Preparing for this issue, I created a list of new Christmas movies to review and, once I crunched the numbers, realized that I would have about 80 words per movie if every title made the cut. My husband asked if I had ever written reviews in emojis. I said no, but if I had there would have been a lot of poop emojis in The Waynedale News over the years. To make everything fit, in the next issue, I will wrap up with Candy Cane Lane on Amazon and It’s a Wonderful Knife in theaters and on Shudder. So, let’s get to it!
Disney had two holiday offerings this year, Dashing Through the Snow and The Naughty Nine. In the former, Ludacris stars as Eddie, a social worker who hates Christmas. Eddie is already struggling to reconnect with his wife (Teyonah Parris) and have a good Christmas Eve with his daughter (Madison Skye Validum) when Nick (Lil Rel Howery) breaks into the house next door dressed as Santa. Dashing Through the Snow has a convoluted plot that borrows points from Miracle on 34th Street and The Santa Clause, but still offers laugh-out-loud funny moments. The music cues add some extra fun for adults, as does the social commentary provided by Eddie. The movie would be stronger if it balanced the family element more with the adventure of Eddie and Nick running from the mayor’s evil hench-people (like I said, convoluted), but we enjoyed this film.
The Naughty Nine is geared much more toward kids, taking the heist formula of Oceans Eleven and applying it to a group of kids who end up on the naughty list and break into the North Pole to get the gifts that they believe are rightfully theirs. For grownups, the movie will probably seem trite and derivative, but younger audiences will get a kick out of the criminal masterminds at work. The sibling rivalry between naughty ringleader Andy (Winslow Fegley) and his nice sister Laurel (Madilyn Kellam) grounds the story in more practical emotional matters, but the film also includes plenty of showy stunts. And Danny Glover plays Santa.
On Netflix, Best. Christmas. Ever! leans hard into Millennial nostalgia and makes a surprising case in favor of the holiday newsletter. Charlotte (Heather Graham) and Rob Sanders (Jason Biggs) roll their eyes every year at the ostentatious Christmas letter sent by their college friend, Jackie (Brandy Norwood), but are stuck spending Christmas in her flashy mansion after their son (Wyatt Hunt) plugs her address into the GPS instead of his aunt’s new house. The movie features genius children trying to prove Santa exists, a solar-powered hot air balloon, and a plot twist that made me cry. I was pretty salty about that last bit because this movie is incredibly corny. Still, it got me, and it was a fun ride. The ensemble cast performed well through the silly material, and the hot air balloon stunt was impressive to see unfold.
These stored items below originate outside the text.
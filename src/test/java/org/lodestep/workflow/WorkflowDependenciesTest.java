package org.lodestep.workflow;

import static org.junit.jupiter.api.Assertions.assertEquals;

import java.io.IOException;
import java.nio.file.Files;
import java.nio.file.Path;
import java.util.ArrayList;
import java.util.List;
import java.util.stream.Stream;

import org.junit.jupiter.api.Test;

/**
 * The layering DEVELOPERS.md states, checked on the sources: workflows never print, parse options or render;
 * {@code report.html} uses nothing of ours (so {@code report} and {@code report.html} do not depend on each other
 * both ways).
 */
class WorkflowDependenciesTest {

    private static final Path MAIN = Path.of("src", "main", "java", "org", "lodestep");

    private static List<String> offending(String pkg, List<String> forbidden) throws IOException {
        List<String> out = new ArrayList<>();
        try (Stream<Path> files = Files.list(MAIN.resolve(pkg.replace('.', '/')))) {
            for (Path f : files.filter(p -> p.toString().endsWith(".java")).sorted().toList()) {
                for (String line : Files.readAllLines(f)) {
                    String l = line.strip();
                    for (String bad : forbidden) {
                        if (l.contains(bad)) {
                            out.add(f.getFileName() + ": " + l);
                        }
                    }
                }
            }
        }
        return out;
    }

    @Test
    void workflowsUseNoCommandLineRenderingOrConsole() throws IOException {
        assertEquals(List.of(), offending("workflow", List.of("import picocli", "org.lodestep.cli",
                "org.lodestep.report", "System.out", "System.err", "System.in", "PrintWriter")));
    }

    @Test
    void htmlReportsUseNothingOfOurs() throws IOException {
        assertEquals(List.of(), offending("report.html", List.of("import org.lodestep.", "org.lodestep.report.Qa",
                "org.lodestep.report.OutputFile", "org.lodestep.qa")));
    }

    @Test
    void rigDoesNotDependOnTheInspectionThatJudgesItsReadings() throws IOException {
        assertEquals(List.of(), offending("rig", List.of("org.lodestep.qa", "org.lodestep.workflow")));
    }
}
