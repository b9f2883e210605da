package org.lodestep.workflow;

import static org.junit.jupiter.api.Assertions.assertEquals;
import static org.junit.jupiter.api.Assertions.assertTrue;

import java.util.ArrayList;
import java.util.List;
import java.util.OptionalDouble;

import org.junit.jupiter.api.Test;
import org.lodestep.rig.RigClient;
import org.lodestep.rig.RigInfo;
import org.lodestep.wiring.LeadPair;
import org.lodestep.wiring.Topology;
import org.lodestep.wiring.Winding;

class LeadsOnRigTest {

    @Test
    void salvagedEightLeadMotorIsSettledWithFewerThanAllPairs() throws Exception {
        List<LeadPair> heard = new ArrayList<>();
        int[] announced = new int[1];
        LeadsOnRig.Result r;
        try (RigClient rig = RigClient.open("sim:salvage-8")) {
            r = LeadsOnRig.run(rig, LeadsSettings.DEFAULT, new LeadsOnRig.Listener() {
                @Override
                public void connected(RigInfo info, List<String> leads, int allPairs) {
                    announced[0] = allPairs;
                }

                @Override
                public void measured(LeadPair pair, OptionalDouble ohms) {
                    heard.add(pair);
                }
            });
        }
        assertEquals(Topology.EIGHT_LEAD, r.identification().topology());
        assertTrue(r.identification().determined());
        // 8 leads make N(N-1)/2 = 28 pairs; the probe order settles the layout with fewer
        assertEquals(28, announced[0]);
        assertEquals(28, r.allPairs());
        assertTrue(r.readings() < 28, "readings " + r.readings());
        assertEquals(r.readings(), heard.size());
        for (Winding w : r.identification().windings()) {
            // scenario salvage-8: 1.25 ohm half-windings (scenarios.toml); meter noise 0.05 %, contact 3 mOhm
            assertEquals(1.25, w.resistanceOhm(), 0.01);
        }
    }

    @Test
    void rigLabelsAreUsedWhenDistinctElsePositions() {
        assertEquals(List.of("red", "blue"), LeadsOnRig.labels(List.of("red", "blue"), 2));
        assertEquals(List.of("1", "2", "3"), LeadsOnRig.labels(List.of("a", "a", "b"), 3));
        assertEquals(List.of("1", "2"), LeadsOnRig.labels(List.of(), 2));
    }
}
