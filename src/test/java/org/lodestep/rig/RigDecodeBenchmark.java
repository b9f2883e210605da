package org.lodestep.rig;

import java.io.ByteArrayOutputStream;
import java.util.List;
import java.util.Random;
import java.util.concurrent.TimeUnit;

import org.lodestep.sample.Channel;
import org.openjdk.jmh.annotations.Benchmark;
import org.openjdk.jmh.annotations.BenchmarkMode;
import org.openjdk.jmh.annotations.Fork;
import org.openjdk.jmh.annotations.Measurement;
import org.openjdk.jmh.annotations.Mode;
import org.openjdk.jmh.annotations.OutputTimeUnit;
import org.openjdk.jmh.annotations.Scope;
import org.openjdk.jmh.annotations.Setup;
import org.openjdk.jmh.annotations.State;
import org.openjdk.jmh.annotations.Warmup;

/**
 * Host decode throughput: frames found and CRC-checked, sample blocks decoded and scaled to doubles, from a byte
 * stream of 3-channel sweep blocks as the virtual rig sends them. One operation decodes {@link #BLOCKS} blocks
 * (BLOCKS x 2058 bytes). Run: see the README's benchmark section.
 */
@State(Scope.Thread)
@BenchmarkMode(Mode.Throughput)
@OutputTimeUnit(TimeUnit.SECONDS)
@Warmup(iterations = 3, time = 1)
@Measurement(iterations = 5, time = 1)
@Fork(1)
public class RigDecodeBenchmark {
    static final int BLOCKS = 500;
    private byte[] wire;
    private StreamSpec spec;

    /** Reads a fixed byte array in 64 KiB pieces, like a fast line. */
    static final class ArrayTransport implements Transport {
        private final byte[] data;
        private int pos;

        ArrayTransport(byte[] data) {
            this.data = data;
        }

        @Override
        public String address() {
            return "bench:";
        }

        @Override
        public void write(byte[] b, int o, int l) {
        }

        @Override
        public int read(byte[] d, int o, int l, int timeoutMs) {
            if (pos >= data.length) {
                return -1;
            }
            int n = Math.min(Math.min(l, 65536), data.length - pos);
            System.arraycopy(data, pos, d, o, n);
            pos += n;
            return n;
        }

        @Override
        public void close() {
        }
    }

    @Setup
    public void setup() {
        spec = new StreamSpec(List.of(new Channel("accel", "g"), new Channel("current", "a"), new Channel("step", "v")),
                new double[] {0.001, 0.0005, 0.001}, 5000, 340 * BLOCKS, 340);
        Random r = new Random(1);
        ByteArrayOutputStream out = new ByteArrayOutputStream();
        for (int s = 0; s < BLOCKS; s++) {
            short[] v = new short[340 * 3];
            for (int i = 0; i < v.length; i++) {
                v[i] = (short) r.nextInt(65535);
            }
            out.writeBytes(FrameCodec.encode(new Frame(Frame.BLOCK, 8, new SampleBlock(s, 340, 3, v).encode())));
        }
        wire = out.toByteArray();
    }

    /** Bytes per operation, for converting operations/s into MB/s. */
    public static long bytesPerOperation() {
        return BLOCKS * (FrameCodec.OVERHEAD_BYTES + SampleBlock.HEADER_BYTES + 340L * 3 * 2);
    }

    @Benchmark
    public double decodeBlocks() throws Exception {
        FrameReader reader = new FrameReader(new ArrayTransport(wire));
        double[][] samples = new double[3][340];
        double sum = 0;
        for (int s = 0; s < BLOCKS; s++) {
            SampleBlock b = SampleBlock.decode(reader.next(0).payload());
            short[] v = b.samples();
            for (int i = 0; i < b.frames(); i++) {
                for (int c = 0; c < 3; c++) {
                    samples[c][i] = v[i * 3 + c] * spec.lsb()[c];
                }
            }
            sum += samples[0][0];
        }
        return sum;
    }
}
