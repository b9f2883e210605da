package org.lodestep.rig;

import static org.junit.jupiter.api.Assertions.assertArrayEquals;
import static org.junit.jupiter.api.Assertions.assertEquals;
import static org.junit.jupiter.api.Assertions.assertNull;
import static org.junit.jupiter.api.Assertions.assertTrue;

import java.io.ByteArrayOutputStream;
import java.util.ArrayList;
import java.util.Arrays;
import java.util.List;
import java.util.Random;

import org.junit.jupiter.api.Test;

/**
 * Property tests of the frame decoder with seeded random input: garbage, stray sync bytes, damaged lengths and CRCs,
 * any chunking. Time is a counter the scripted line advances, so every case ends by construction and nothing here
 * waits for a real clock.
 */
class FrameReaderFuzzTest {

    /** A line that hands out scripted chunks; when it has nothing, the reader's wait "passes" on the fake clock. */
    private static final class ScriptedLine implements Transport {
        final List<byte[]> chunks = new ArrayList<>();
        final List<Long> gapsMs = new ArrayList<>();
        long nowNanos = 1_000_000_000L;
        int next;
        int pos;

        void add(byte[] chunk, long gapBeforeMs) {
            chunks.add(chunk);
            gapsMs.add(gapBeforeMs);
        }

        @Override
        public String address() {
            return "scripted:";
        }

        @Override
        public void write(byte[] bytes, int offset, int length) {
            throw new UnsupportedOperationException();
        }

        @Override
        public int read(byte[] dest, int offset, int length, int timeoutMs) {
            if (next < chunks.size() && pos == 0 && gapsMs.get(next) > 0) {
                long gap = gapsMs.get(next);
                long waited = Math.min(gap, Math.max(1, timeoutMs));
                nowNanos += waited * 1_000_000L;
                gapsMs.set(next, gap - waited);
                if (gapsMs.get(next) > 0) {
                    return 0;
                }
            }
            if (next >= chunks.size()) {
                nowNanos += Math.max(1, timeoutMs) * 1_000_000L;
                return 0;
            }
            byte[] c = chunks.get(next);
            int n = Math.min(length, c.length - pos);
            System.arraycopy(c, pos, dest, offset, n);
            pos += n;
            if (pos == c.length) {
                next++;
                pos = 0;
            }
            return n;
        }

        @Override
        public void close() {
        }
    }

    private static Frame randomFrame(Random r) {
        byte[] types = {Frame.COMMAND, Frame.REPLY, Frame.ERROR, Frame.BLOCK, Frame.END};
        byte[] payload = new byte[r.nextInt(r.nextInt(10) == 0 ? 4097 : 40)];
        r.nextBytes(payload);
        return new Frame(types[r.nextInt(types.length)], r.nextInt(256), payload);
    }

    /** Garbage rich in sync bytes and plausible headers, the worst neighbours a frame can have. */
    private static byte[] garbage(Random r) {
        byte[] g = new byte[r.nextInt(60)];
        r.nextBytes(g);
        for (int i = 0; i + 1 < g.length; i++) {
            if (r.nextInt(6) == 0) {
                g[i] = (byte) 0xA5;
                g[i + 1] = 0x3C;
            }
        }
        return g;
    }

    @Test
    void everyIntactFrameAmongGarbageIsFoundInOrderAndNothingElse() throws Exception {
        Random r = new Random(20261202L);
        for (int c = 0; c < 1500; c++) {
            ScriptedLine line = new ScriptedLine();
            List<Frame> sent = new ArrayList<>();
            ByteArrayOutputStream all = new ByteArrayOutputStream();
            int frames = 1 + r.nextInt(6);
            for (int i = 0; i < frames; i++) {
                all.writeBytes(garbage(r));
                Frame f = randomFrame(r);
                sent.add(f);
                all.writeBytes(FrameCodec.encode(f));
            }
            all.writeBytes(garbage(r));
            byte[] wire = all.toByteArray();
            for (int p = 0; p < wire.length; ) {
                int n = 1 + r.nextInt(Math.min(300, wire.length - p));
                // mostly back to back, sometimes a pause longer than the inter-byte timeout
                line.add(Arrays.copyOfRange(wire, p, p + n), r.nextInt(8) == 0 ? 150 : 0);
                p += n;
            }
            FrameReader reader = new FrameReader(line, () -> line.nowNanos);
            List<Frame> got = new ArrayList<>();
            for (int guard = 0; guard < 10_000; guard++) {
                Frame f = reader.next(50);
                if (f == null && line.next >= line.chunks.size()) {
                    // the line is drained; one more wait lets a pending fake frame time out
                    f = reader.next(FrameCodec.FRAME_TIMEOUT_MS + 10);
                    if (f == null) {
                        break;
                    }
                }
                if (f != null) {
                    got.add(f);
                }
            }
            // a pause inside a frame loses that frame (its bytes stopped coming), never a neighbour, and nothing
            // is decoded that was not sent
            List<Frame> expected = new ArrayList<>(sent);
            assertTrue(got.size() <= expected.size(), "case " + c);
            int j = 0;
            for (Frame g : got) {
                while (j < expected.size() && !same(expected.get(j), g)) {
                    j++;
                }
                assertTrue(j < expected.size(), "case " + c + ": decoded a frame that was never sent: " + g);
                j++;
            }
        }
    }

    private static boolean same(Frame a, Frame b) {
        return a.type() == b.type() && a.tag() == b.tag() && Arrays.equals(a.payload(), b.payload());
    }

    @Test
    void withoutPausesEveryFrameIsFoundWhateverTheGarbageAndChunking() throws Exception {
        Random r = new Random(7L);
        for (int c = 0; c < 1500; c++) {
            ScriptedLine line = new ScriptedLine();
            List<Frame> sent = new ArrayList<>();
            ByteArrayOutputStream all = new ByteArrayOutputStream();
            for (int i = 0; i < 1 + r.nextInt(5); i++) {
                all.writeBytes(garbage(r));
                Frame f = randomFrame(r);
                sent.add(f);
                all.writeBytes(FrameCodec.encode(f));
            }
            byte[] wire = all.toByteArray();
            for (int p = 0; p < wire.length; ) {
                int n = 1 + r.nextInt(Math.min(64, wire.length - p));
                line.add(Arrays.copyOfRange(wire, p, p + n), 0);
                p += n;
            }
            FrameReader reader = new FrameReader(line, () -> line.nowNanos);
            List<Frame> got = new ArrayList<>();
            for (int guard = 0; guard < 10_000 && got.size() < sent.size(); guard++) {
                Frame f = reader.next(FrameCodec.FRAME_TIMEOUT_MS + 10);
                if (f != null) {
                    got.add(f);
                } else if (line.next >= line.chunks.size()) {
                    Frame last = reader.next(FrameCodec.FRAME_TIMEOUT_MS + 10);
                    if (last == null) {
                        break;
                    }
                    got.add(last);
                }
            }
            assertEquals(sent.size(), got.size(), "case " + c);
            for (int i = 0; i < sent.size(); i++) {
                assertTrue(same(sent.get(i), got.get(i)), "case " + c + " frame " + i);
            }
        }
    }

    @Test
    void aDamagedLengthByteNeverStallsTheNextFrame() throws Exception {
        Random r = new Random(99L);
        for (int c = 0; c < 500; c++) {
            byte[] victim = FrameCodec.encode(Frame.text(Frame.COMMAND, 1 + r.nextInt(255), "RES 1 2"));
            // the length now promises up to 4096 bytes that never come
            victim[4] = (byte) r.nextInt(256);
            victim[5] = (byte) r.nextInt(17);
            byte[] ping = FrameCodec.encode(Frame.text(Frame.COMMAND, 0, "PING"));
            ScriptedLine line = new ScriptedLine();
            line.add(victim, 0);
            // the host retries after its reply timeout, or a keep-alive arrives after 500 ms
            line.add(ping, r.nextBoolean() ? 1000 : 500);
            line.add(ping, 500);
            FrameReader reader = new FrameReader(line, () -> line.nowNanos);
            Frame f = null;
            for (int i = 0; i < 100 && f == null; i++) {
                f = reader.next(100);
                if (f != null && f.tag() != 0) {
                    f = null; // the damaged frame itself may survive when its length was not changed
                }
            }
            assertTrue(f != null && f.text().equals("PING"), "case " + c);
        }
    }

    @Test
    void aHeaderPromisingMoreThanArrivesIsGivenUpEvenWhileBytesKeepComing() throws Exception {
        ScriptedLine line = new ScriptedLine();
        line.add(new byte[] {(byte) 0xA5, 0x3C, 0x43, 0x05, 0x00, 0x10}, 0);
        byte[] ping = FrameCodec.encode(Frame.text(Frame.COMMAND, 0, "PING"));
        for (int i = 0; i < 6; i++) {
            line.add(ping, 200); // keep-alives every 200 ms: never a gap long enough for the inter-byte timeout
        }
        FrameReader reader = new FrameReader(line, () -> line.nowNanos);
        int pings = 0;
        for (int i = 0; i < 200; i++) {
            Frame f = reader.next(100);
            if (f != null) {
                assertEquals("PING", f.text());
                pings++;
            }
        }
        // the pings that arrived within the frame timeout were swallowed by the false frame; the later ones decode
        assertTrue(pings >= 3, "decoded " + pings + " pings");
        assertEquals(1, reader.abandonedFrames());
    }

    @Test
    void aLoneSyncByteAtTheEndIsKeptForTheNextRead() throws Exception {
        byte[] f = FrameCodec.encode(Frame.text(Frame.REPLY, 3, "OK"));
        ScriptedLine line = new ScriptedLine();
        line.add(new byte[] {0x11, (byte) 0xA5}, 0);
        line.add(Arrays.copyOfRange(f, 1, f.length), 0);
        FrameReader reader = new FrameReader(line, () -> line.nowNanos);
        Frame got = reader.next(100);
        assertArrayEquals(f, FrameCodec.encode(got));
        assertNull(reader.next(10));
    }
}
Family Switch similarly brought out the movie stars but with much worse results. Starring Jennifer Garner and Ed Helms, Family Switch is Freaky Friday, but if the whole family switched bodies—including the baby and the dog—at Christmastime. Jennifer Garner’s character sustains two hits to the head that should have sent her to the ER but go unacknowledged. A lot of business gets conducted on Christmas Eve—the most unrealistic part of the movie. And the dog-baby bit is actually kind of disturbing. Fun dances and heartwarming moments make this movie watchable, but it is also terrible.
Honorable mention goes to I Believe in Santa, which came out last year after my deadline. The movie stars Christina Moore as Lisa, a single mom who hates Christmas and is therefore horrified to discover that her boyfriend of five months not only believes in Santa, he does so with zeal. This oddball, snarky romantic comedy kept me guessing how it would all work out until the end.
Hulu leaned hard into the Hallmark Christmas movie formula with Reporting for Christmas, which stars Tamara Feldman and Matt Trudeau in a story of a big city reporter sent to a small town to cover a local toy factory before Christmas. Will she give up her job to move to Iowa for love? You probably already know. Reporting for Christmas goes so hard for those holiday romcom warm fuzzies that it is comically delightful. The acting is bad, the sets are great, and the ending made me want to riot.
In Christmas Frequency, a radio call-in show producer (Ansley Gordon) tries to save her job by setting her newly-separated boss (Denise Richards) up with on-air blind dates. Only, she falls for the most charming guy herself. I liked the plot, but the writing was superficial and lacked charm. The acting felt stilted from everyone except Denise Richards, who gives a surprisingly natural, likable performance in an otherwise clunky film.
Finally, on Freevee, EXmas seems to be trying to replicate Happiest Christmas with a secretive couple and the antics of a quirky family. This predictable romance stars Leighton Meester as Ali, a woman who broke up with her boyfriend (Robbie Amell), but still celebrates Christmas with his family, who seems to like her better anyway. The romance lacks chemistry, but the family hijinks keep EXmas moving along with decent laughs here and there. It is not a great movie, but good enough to put on while wrapping gifts or baking cookies.